In assemblage sculptures, mixed media paintings, and installation elements, she weaves disparate components and techniques into works that add to the illusion of a surreal garage. She repurposes objects within her art practice towards a personal goal of reducing resources consumption. The pieces include beach trash, scraps, salvaged items, and personal effects in order to minimize the use of new materials while playing with juxtapositions and conversations between these objects and more traditional art-making materials.
This installation explores the dual ideas of humanity’s complicated relationship with the natural world and the individual’s complex relationship with family. The messiness of memory lends to a collective forgetting of the human toll upon nature’s ecosystems, and on a micro scale, one can choose to ignore the problematic familial pasts lurking just below the surface. Setting the stage within a home garage-a place that can be a burying ground for unwanted possessions-symbolically layers these macro and micro relations in a surreal reimagining of a place and time that, for Celio, shaped an awareness of how crucial environment is.
Jennifer Celio’s work has been exhibited in solo exhibitions at Cristinerose Gallery and Kathleen Cullen Fine Arts in New York City; Haphazard Gallery and the Creative Artists’ Agency in Los Angeles, CA; La Estacion Gallery in Chihuahua, Mexico; romo gallery in Atlanta, GA; Bandini Art in Culver City, CA; California State University Dominguez Hills in Carson, CA; Moorpark College in Moorpark, CA; and Phantom Galleries in Long Beach, CA. Her drawings represented the Southern California region in the 2015 biennial at the National Museum of Women in the Arts in Washington, DC. Her work has also been in group exhibits in New York, Los Angeles, San Francisco, Atlanta and Houston; and Berlin, London, Mexico, Colombia, Greece, Istanbul, and Canada; and in other museum exhibits in San Francisco, Long Beach, Laguna Beach, and Indianapolis, IN. She is the recipient of individual artist grants from the Pollock-Krasner Foundation (2012) and The City of Los Angeles Individual Artist Fellowship (2014.) She has received residencies from Yaddo (N.Y.), Soulangh Cultural Center (Taiwan), and the Long Beach Museum of Art (CA.) She has a B.F.A. from Cal State Fullerton (1996.)

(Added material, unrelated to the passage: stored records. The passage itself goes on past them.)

import type { Transaction } from 'kysely';
import type { FirmApiKey, FirmInvitation, FirmMember } from '../../contracts/firms';
import { isFirmRole } from '../../permissions/roles';
import { FIRM_KEY_CONFIG } from '../auth/create-auth';
import type { Database } from '../db/schema';

export async function findFirm(trx: Transaction<Database>, firmId: string) {
  return trx.selectFrom('organization').select(['id', 'name', 'slug']).where('id', '=', firmId).executeTakeFirst();
}

export async function membersOfFirm(trx: Transaction<Database>, firmId: string): Promise<FirmMember[]> {
  const rows = await trx
    .selectFrom('member')
    .innerJoin('user', 'user.id', 'member.userId')
    .select([
      'member.id as memberId',
      'user.id as userId',
      'user.name',
      'user.email',
      'member.role',
      'member.createdAt as joinedAt',
    ])
    .where('member.organizationId', '=', firmId)
    .orderBy('member.createdAt')
    .execute();
  return rows.flatMap((row) => (isFirmRole(row.role) ? [{ ...row, role: row.role }] : []));
}

export async function pendingInvitationsOfFirm(trx: Transaction<Database>, firmId: string): Promise<FirmInvitation[]> {
  const rows = await trx
    .selectFrom('invitation')
    .select(['id', 'email', 'role', 'status', 'expiresAt'])
    .where('organizationId', '=', firmId)
    .where('status', '=', 'pending')
    .orderBy('createdAt', 'desc')
    .execute();
  return rows.flatMap((row) => (isFirmRole(row.role) ? [{ ...row, role: row.role }] : []));
}

export async function findMemberOfFirm(trx: Transaction<Database>, firmId: string, memberId: string) {
  return trx
    .selectFrom('member')
    .select(['id', 'userId', 'role'])
    .where('id', '=', memberId)
    .where('organizationId', '=', firmId)
    .executeTakeFirst();
}

export async function findInvitationOfFirm(trx: Transaction<Database>, firmId: string, invitationId: string) {
  return trx
    .selectFrom('invitation')
    .select(['id', 'status'])
    .where('id', '=', invitationId)
    .where('organizationId', '=', firmId)
    .executeTakeFirst();
}

/** An invitation with the name of the firm that sent it. */
export async function findInvitationWithFirm(trx: Transaction<Database>, invitationId: string) {
  return trx
    .selectFrom('invitation')
    .innerJoin('organization', 'organization.id', 'invitation.organizationId')
    .select([
      'invitation.id',
      'invitation.email',
      'invitation.role',
      'invitation.status',
      'invitation.expiresAt',
      'organization.name as firmName',
      'organization.id as firmId',
    ])
    .where('invitation.id', '=', invitationId)
    .executeTakeFirst();
}

/** The firm's API keys, without their secrets (only the first characters are kept). */
export async function listFirmApiKeys(trx: Transaction<Database>, firmId: string): Promise<FirmApiKey[]> {
  return trx
    .selectFrom('apikey')
    .select(['id', 'name', 'start', 'createdAt', 'lastRequest as lastUsedAt', 'enabled'])
    .where('configId', '=', FIRM_KEY_CONFIG)
    .where('referenceId', '=', firmId)
    .orderBy('createdAt', 'desc')
    .execute();
}

export async function findFirmApiKey(trx: Transaction<Database>, firmId: string, keyId: string) {
  return trx
    .selectFrom('apikey')
    .select(['id', 'name'])
    .where('id', '=', keyId)
    .where('configId', '=', FIRM_KEY_CONFIG)
    .where('referenceId', '=', firmId)
    .executeTakeFirst();
}

/** Points every session whose active firm is `firmId` back at `previousFirmId` (null: no active firm). */
export async function restoreActiveFirm(trx: Transaction<Database>, firmId: string, previousFirmId: string | null) {
  await trx
    .updateTable('session')
    .set({ activeOrganizationId: previousFirmId })
    .where('activeOrganizationId', '=', firmId)
    .execute();
}

/** Deletes a firm; its memberships go with it. Only for taking back a firm made moments ago. */
export async function deleteFirm(trx: Transaction<Database>, firmId: string) {
  await trx.deleteFrom('organization').where('id', '=', firmId).execute();
}

export async function deleteApiKey(trx: Transaction<Database>, keyId: string) {
  await trx.deleteFrom('apikey').where('id', '=', keyId).execute();
}

export async function deleteInvitation(trx: Transaction<Database>, invitationId: string) {
  await trx.deleteFrom('invitation').where('id', '=', invitationId).execute();
}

Her interdisciplinary artwork has received critical review in such publications as The Los Angeles Times, LA Weekly, Art Papers, The Wall Street Journal, The Washington Post, Art Ltd. Magazine, Artillery Magazine, Juxtapoz Magazine, Fabrik Magazine, Beautiful/Decay, The Huffington Post, Flavorpill, and The Atlanta Journal-Constitution.
NOTE: Masks are required inside the gallery. If you are vaccinated, you may remove your mask in the backyard reception area. Thank you!